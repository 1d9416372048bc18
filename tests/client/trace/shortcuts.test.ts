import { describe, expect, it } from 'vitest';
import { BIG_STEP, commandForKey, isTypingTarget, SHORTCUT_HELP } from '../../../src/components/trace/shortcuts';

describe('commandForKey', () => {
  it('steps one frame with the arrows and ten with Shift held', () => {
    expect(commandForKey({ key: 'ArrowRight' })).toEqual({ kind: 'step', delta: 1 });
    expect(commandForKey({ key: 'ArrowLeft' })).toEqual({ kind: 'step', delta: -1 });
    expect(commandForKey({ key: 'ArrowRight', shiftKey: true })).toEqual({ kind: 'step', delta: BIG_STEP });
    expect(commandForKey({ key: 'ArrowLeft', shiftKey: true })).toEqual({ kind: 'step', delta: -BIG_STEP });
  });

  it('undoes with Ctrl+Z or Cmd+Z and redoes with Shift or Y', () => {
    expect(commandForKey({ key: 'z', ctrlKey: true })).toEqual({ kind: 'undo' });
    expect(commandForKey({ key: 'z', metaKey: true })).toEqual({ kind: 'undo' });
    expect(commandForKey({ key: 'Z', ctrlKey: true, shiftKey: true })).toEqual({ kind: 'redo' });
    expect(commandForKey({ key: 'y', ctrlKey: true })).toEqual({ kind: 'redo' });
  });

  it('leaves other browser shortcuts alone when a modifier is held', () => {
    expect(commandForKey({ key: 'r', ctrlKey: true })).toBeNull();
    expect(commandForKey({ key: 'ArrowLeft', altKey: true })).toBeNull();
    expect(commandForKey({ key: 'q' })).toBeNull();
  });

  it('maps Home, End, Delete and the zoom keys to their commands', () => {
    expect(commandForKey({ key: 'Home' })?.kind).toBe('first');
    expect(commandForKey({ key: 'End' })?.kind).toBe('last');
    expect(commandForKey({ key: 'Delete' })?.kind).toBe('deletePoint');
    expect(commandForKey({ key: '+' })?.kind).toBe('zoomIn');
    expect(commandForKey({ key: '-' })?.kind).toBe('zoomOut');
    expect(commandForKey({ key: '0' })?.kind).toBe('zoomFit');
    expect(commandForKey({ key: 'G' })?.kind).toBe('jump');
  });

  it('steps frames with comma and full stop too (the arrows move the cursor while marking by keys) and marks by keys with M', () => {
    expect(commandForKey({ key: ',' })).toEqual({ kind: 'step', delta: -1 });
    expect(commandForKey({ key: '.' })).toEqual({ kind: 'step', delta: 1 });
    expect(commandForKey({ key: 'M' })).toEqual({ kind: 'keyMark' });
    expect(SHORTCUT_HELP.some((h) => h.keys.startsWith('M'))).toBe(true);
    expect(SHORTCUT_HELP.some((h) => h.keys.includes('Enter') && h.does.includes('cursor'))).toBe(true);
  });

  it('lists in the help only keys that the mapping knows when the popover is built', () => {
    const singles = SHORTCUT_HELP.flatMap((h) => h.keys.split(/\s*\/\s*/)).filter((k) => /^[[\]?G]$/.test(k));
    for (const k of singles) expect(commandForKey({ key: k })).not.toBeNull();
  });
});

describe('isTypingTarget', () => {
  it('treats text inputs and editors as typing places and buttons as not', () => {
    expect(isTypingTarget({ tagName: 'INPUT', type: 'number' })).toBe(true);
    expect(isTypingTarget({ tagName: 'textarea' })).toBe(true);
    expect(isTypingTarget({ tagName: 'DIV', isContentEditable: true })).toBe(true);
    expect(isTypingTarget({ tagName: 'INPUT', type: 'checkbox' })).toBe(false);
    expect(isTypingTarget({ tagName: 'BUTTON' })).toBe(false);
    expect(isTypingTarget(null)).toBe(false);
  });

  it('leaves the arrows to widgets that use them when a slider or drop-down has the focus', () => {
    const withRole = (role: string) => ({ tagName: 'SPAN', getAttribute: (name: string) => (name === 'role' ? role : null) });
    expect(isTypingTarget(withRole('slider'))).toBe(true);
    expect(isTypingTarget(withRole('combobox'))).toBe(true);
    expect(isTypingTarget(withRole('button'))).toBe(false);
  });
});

- _Directions_
A verbatim copy of all the entries above is requested.

- _Solution for this exercise_
repository 1d9416372048bc18
filename tests/client/trace/shortcuts.test.ts
import { describe, expect, it } from 'vitest';
import { BIG_STEP, commandForKey, isTypingTarget, SHORTCUT_HELP } from '../../../src/components/trace/shortcuts';

describe('commandForKey', () => {
  it('steps one frame with the arrows and ten with Shift held', () => {
    expect(commandForKey({ key: 'ArrowRight' })).toEqual({ kind: 'step', delta: 1 });
    expect(commandForKey({ key: 'ArrowLeft' })).toEqual({ kind: 'step', delta: -1 });
    expect(commandForKey({ key: 'ArrowRight', shiftKey: true })).toEqual({ kind: 'step', delta: BIG_STEP });
    expect(commandForKey({ key: 'ArrowLeft', shiftKey: true })).toEqual({ kind: 'step', delta: -BIG_STEP });
  });

  it('undoes with Ctrl+Z or Cmd+Z and redoes with Shift or Y', () => {
    expect(commandForKey({ key: 'z', ctrlKey: true })).toEqual({ kind: 'undo' });
    expect(commandForKey({ key: 'z', metaKey: true })).toEqual({ kind: 'undo' });
    expect(commandForKey({ key: 'Z', ctrlKey: true, shiftKey: true })).toEqual({ kind: 'redo' });
    expect(commandForKey({ key: 'y', ctrlKey: true })).toEqual({ kind: 'redo' });
  });

  it('leaves other browser shortcuts alone when a modifier is held', () => {
    expect(commandForKey({ key: 'r', ctrlKey: true })).toBeNull();
    expect(commandForKey({ key: 'ArrowLeft', altKey: true })).toBeNull();
    expect(commandForKey({ key: 'q' })).toBeNull();
  });

  it('maps Home, End, Delete and the zoom keys to their commands', () => {
    expect(commandForKey({ key: 'Home' })?.kind).toBe('first');
    expect(commandForKey({ key: 'End' })?.kind).toBe('last');
    expect(commandForKey({ key: 'Delete' })?.kind).toBe('deletePoint');
    expect(commandForKey({ key: '+' })?.kind).toBe('zoomIn');
    expect(commandForKey({ key: '-' })?.kind).toBe('zoomOut');
    expect(commandForKey({ key: '0' })?.kind).toBe('zoomFit');
    expect(commandForKey({ key: 'G' })?.kind).toBe('jump');
  });

  it('steps frames with comma and full stop too (the arrows move the cursor while marking by keys) and marks by keys with M', () => {
    expect(commandForKey({ key: ',' })).toEqual({ kind: 'step', delta: -1 });
    expect(commandForKey({ key: '.' })).toEqual({ kind: 'step', delta: 1 });
    expect(commandForKey({ key: 'M' })).toEqual({ kind: 'keyMark' });
    expect(SHORTCUT_HELP.some((h) => h.keys.startsWith('M'))).toBe(true);
    expect(SHORTCUT_HELP.some((h) => h.keys.includes('Enter') && h.does.includes('cursor'))).toBe(true);
  });

  it('lists in the help only keys that the mapping knows when the popover is built', () => {
    const singles = SHORTCUT_HELP.flatMap((h) => h.keys.split(/\s*\/\s*/)).filter((k) => /^[[\]?G]$/.test(k));
    for (const k of singles) expect(commandForKey({ key: k })).not.toBeNull();
  });
});

describe('isTypingTarget', () => {
  it('treats text inputs and editors as typing places and buttons as not', () => {
    expect(isTypingTarget({ tagName: 'INPUT', type: 'number' })).toBe(true);
    expect(isTypingTarget({ tagName: 'textarea' })).toBe(true);
    expect(isTypingTarget({ tagName: 'DIV', isContentEditable: true })).toBe(true);
    expect(isTypingTarget({ tagName: 'INPUT', type: 'checkbox' })).toBe(false);
    expect(isTypingTarget({ tagName: 'BUTTON' })).toBe(false);
    expect(isTypingTarget(null)).toBe(false);
  });

  it('leaves the arrows to widgets that use them when a slider or drop-down has the focus', () => {
    const withRole = (role: string) => ({ tagName: 'SPAN', getAttribute: (name: string) => (name === 'role' ? role : null) });
    expect(isTypingTarget(withRole('slider'))).toBe(true);
    expect(isTypingTarget(withRole('combobox'))).toBe(true);
    expect(isTypingTarget(withRole('button'))).toBe(false);
  });
});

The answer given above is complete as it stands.